This post is for the individuals who cannot qualify for the government’s Public Service Loan Forgiveness Program (PSLFP) and carry a high interest rate on their respective student loans. The average debt upon graduation for CRNAs is ~$100,000. Like many others, I had a mix of federal and private loans when I left school.
When I crunched the numbers, I came to the conclusion that even if I did qualify for PSLFP, the amount of interest I’d end up paying the federal government would still be significantly more than if I had just refinanced and consolidated my loans with a private lender.
Let’s take a look at the following examples. Three assumptions are being made with the following examples. 1) We’re using a 10 year repayment plan as the PSLF requires you to make 120 monthly payments to your principal. 2) We’re using the standard repayment plan. 3) 5.81% is used as an average interest rate for those with previous loans (whether private or federal). At the end of 10 years, a little over $32,000 in interest payments will be made.
Now, let’s take a look at what you’ll save if you refinance and consolidate your loans.

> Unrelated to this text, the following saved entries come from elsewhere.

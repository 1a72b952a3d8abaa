import { describe, expect, it } from 'vitest';
import type { ParamCondition, ParamDef, ParamShownEntry } from '../../../shared/engine/paramDef.ts';
import { conditionHolds, entryHolds, paramShown } from '../../../shared/engine/paramShown.ts';
import { defaultSpec, paramDefs, PIECE_KINDS } from '../../../shared/engine/params.ts';

const base: ParamDef = { key: 'rowHeight2', label: 'Row 2', group: 'Drawer heights', kind: 'length', default: 150 };

/** Every plain condition of `entries`, those inside `anyOf` lists included. */
const conditionsOf = (entries: readonly ParamShownEntry[]): ParamCondition[] => entries.flatMap((entry) => ('anyOf' in entry ? entry.anyOf.flat() : [entry]));

describe('conditionHolds', () => {
  it('holds when the value is one of the listed values', () => {
    expect(conditionHolds({ param: 'drawerGraduation', is: ['listed'] }, { drawerGraduation: 'listed' })).toBe(true);
    expect(conditionHolds({ param: 'drawerGraduation', is: ['listed'] }, { drawerGraduation: 'equal' })).toBe(false);
    expect(conditionHolds({ param: 'fingerNotch', is: [true] }, { fingerNotch: false })).toBe(false);
  });

  it('holds for a number at or above atLeast, and never for a value that is not a number', () => {
    expect(conditionHolds({ param: 'doorCount', atLeast: 1 }, { doorCount: 1 })).toBe(true);
    expect(conditionHolds({ param: 'doorCount', atLeast: 1 }, { doorCount: 0 })).toBe(false);
    expect(conditionHolds({ param: 'doorCount', atLeast: 1 }, { doorCount: '2' })).toBe(false);
  });

  it('does not hold for a parameter that has no value', () => {
    expect(conditionHolds({ param: 'doorCount', atLeast: 0 }, {})).toBe(false);
  });
});

describe('entryHolds', () => {
  const eitherShelf: ParamShownEntry = { anyOf: [[{ param: 'fixedShelves', atLeast: 1 }], [{ param: 'adjustableShelves', atLeast: 1 }]] };

  it('holds an either-or entry when any one of its lists holds, and not when none does', () => {
    expect(entryHolds(eitherShelf, { fixedShelves: 1, adjustableShelves: 0 })).toBe(true);
    expect(entryHolds(eitherShelf, { fixedShelves: 0, adjustableShelves: 2 })).toBe(true);
    expect(entryHolds(eitherShelf, { fixedShelves: 0, adjustableShelves: 0 })).toBe(false);
  });

  it('needs every condition of a list inside an either-or entry', () => {
    const entry: ParamShownEntry = { anyOf: [[{ param: 'doorCount', atLeast: 1 }, { param: 'doorStyle', is: ['slab'] }], [{ param: 'shelfMaterial', is: ['solid'] }]] };
    expect(entryHolds(entry, { doorCount: 2, doorStyle: 'frame-and-panel', shelfMaterial: 'sheet' })).toBe(false);
    expect(entryHolds(entry, { doorCount: 2, doorStyle: 'slab', shelfMaterial: 'sheet' })).toBe(true);
    expect(entryHolds(entry, { doorCount: 0, doorStyle: 'slab', shelfMaterial: 'solid' })).toBe(true);
  });

  it('never holds an either-or entry with no lists', () => {
    expect(entryHolds({ anyOf: [] }, { doorCount: 2 })).toBe(false);
  });

  it('holds a plain condition as conditionHolds does', () => {
    expect(entryHolds({ param: 'doorCount', atLeast: 1 }, { doorCount: 1 })).toBe(true);
    expect(entryHolds({ param: 'doorCount', atLeast: 1 }, { doorCount: 0 })).toBe(false);
  });
});

describe('paramShown', () => {
  it('shows a parameter with no conditions whatever the values', () => {
    expect(paramShown(base, {})).toBe(true);
  });

  it('shows a parameter only while every one of its conditions holds', () => {
    const def: ParamDef = { ...base, shownWhen: [{ param: 'drawerGraduation', is: ['listed'] }, { param: 'drawerRows', atLeast: 3 }] };
    expect(paramShown(def, { drawerGraduation: 'listed', drawerRows: 3 })).toBe(true);
    expect(paramShown(def, { drawerGraduation: 'listed', drawerRows: 2 })).toBe(false);
    expect(paramShown(def, { drawerGraduation: 'arithmetic', drawerRows: 6 })).toBe(false);
  });

  it('shows a parameter with an either-or entry and a plain condition only while both hold', () => {
    const def: ParamDef = { ...base, shownWhen: [{ anyOf: [[{ param: 'fixedShelves', atLeast: 1 }], [{ param: 'adjustableShelves', atLeast: 1 }]] }, { param: 'shelfMaterial', is: ['sheet'] }] };
    expect(paramShown(def, { fixedShelves: 1, adjustableShelves: 0, shelfMaterial: 'sheet' })).toBe(true);
    expect(paramShown(def, { fixedShelves: 1, adjustableShelves: 0, shelfMaterial: 'solid' })).toBe(false);
    expect(paramShown(def, { fixedShelves: 0, adjustableShelves: 0, shelfMaterial: 'sheet' })).toBe(false);
  });

  it('names only parameters of the same piece, and only choices that parameter offers, inside either-or entries too', () => {
    let eitherOrLists = 0;
    for (const kind of PIECE_KINDS) {
      const defs = paramDefs(kind);
      for (const def of defs) {
        for (const entry of def.shownWhen ?? []) {
          if ('anyOf' in entry) {
            expect(entry.anyOf.length, `${kind}.${def.key} either-or`).toBeGreaterThan(1);
            for (const list of entry.anyOf) expect(list.length, `${kind}.${def.key} either-or list`).toBeGreaterThan(0);
            eitherOrLists += entry.anyOf.length;
          }
        }
        for (const condition of conditionsOf(def.shownWhen ?? [])) {
          const target = defs.find((d) => d.key === condition.param);
          expect(target, `${kind}.${def.key} names ${condition.param}`).toBeDefined();
          if ('is' in condition && target?.kind === 'enum') {
            for (const value of condition.is) expect(target.options?.map((o) => o.value), `${kind}.${def.key}`).toContain(value);
          }
          if ('is' in condition && target?.kind === 'boolean') for (const value of condition.is) expect(typeof value).toBe('boolean');
          if ('atLeast' in condition) expect(['number', 'length']).toContain(target?.kind);
        }
      }
    }
    expect(eitherOrLists, 'the either-or entries were checked').toBeGreaterThan(0);
  });

  it('shows the dresser\'s listed heights only when the heights are listed, and only the rows above the bottom one', () => {
    const spec = defaultSpec('dresser');
    const rowHeights = paramDefs('dresser').filter((d) => d.key.startsWith('rowHeight'));
    expect(rowHeights.filter((d) => paramShown(d, spec.params))).toHaveLength(0);
    const listed = { ...spec.params, drawerGraduation: 'listed', drawerRows: 4 };
    expect(rowHeights.filter((d) => paramShown(d, listed)).map((d) => d.key)).toEqual(['rowHeight1', 'rowHeight2', 'rowHeight3']);
  });

  it('hides the cabinet\'s door style and door sizes when it has no doors', () => {
    const spec = defaultSpec('cabinet');
    const doorKeys = ['doorStyle', 'doorStileWidth', 'doorRailWidth', 'doorPanel', 'slabMaterial'];
    const shownKeys = (params: typeof spec.params) => paramDefs('cabinet').filter((d) => doorKeys.includes(d.key) && paramShown(d, params)).map((d) => d.key);
    expect(shownKeys(spec.params)).toContain('doorStyle');
    expect(shownKeys(spec.params)).toContain('doorStileWidth');
    expect(shownKeys({ ...spec.params, doorCount: 0 })).toEqual([]);
  });

  it('shows the dresser\'s carcass sheet with a carcass or with a sheet top, and its other carcass settings only with a carcass', () => {
    const spec = defaultSpec('dresser');
    const shown = (params: typeof spec.params) => paramDefs('dresser').filter((d) => ['carcassSheet', 'backSheet', 'carcassJoinery'].includes(d.key) && paramShown(d, params)).map((d) => d.key);
    expect(shown(spec.params)).toEqual(['carcassSheet', 'backSheet', 'carcassJoinery']);
    expect(shown({ ...spec.params, caseConstruction: 'frame-and-panel', topMaterial: 'solid' })).toEqual([]);
    expect(shown({ ...spec.params, caseConstruction: 'frame-and-panel', topMaterial: 'sheet' })).toEqual(['carcassSheet']);
  });

  it('shows the cabinet\'s shelf material with fixed shelves or adjustable ones, and hides it with none', () => {
    const spec = defaultSpec('cabinet');
    const material = paramDefs('cabinet').find((d) => d.key === 'shelfMaterial')!;
    expect(paramShown(material, { ...spec.params, adjustableShelves: 1, fixedShelves: 0 })).toBe(true);
    expect(paramShown(material, { ...spec.params, adjustableShelves: 0, fixedShelves: 2 })).toBe(true);
    expect(paramShown(material, { ...spec.params, adjustableShelves: 0, fixedShelves: 0 })).toBe(false);
    const sheet = paramDefs('cabinet').find((d) => d.key === 'shelfSheet')!;
    expect(paramShown(sheet, { ...spec.params, adjustableShelves: 0, fixedShelves: 1, shelfMaterial: 'sheet' })).toBe(true);
    expect(paramShown(sheet, { ...spec.params, adjustableShelves: 0, fixedShelves: 0, shelfMaterial: 'sheet' })).toBe(false);
  });
});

The interest rate is decreased from 5.81% to 3.50% (obtained from SoFi’s website). After 10 years of paying your loans at a rate of 3.5%, you’d have paid ~$18,600 in interest. That’s nearly $14,000 of interest payments that you’ll have saved.
Needless to say, I strongly encourage those who have pre-existing student loans to consolidate and refinance to save money especially those who carry private student loans and/or do not qualify for PSLF if they carry federal student loans.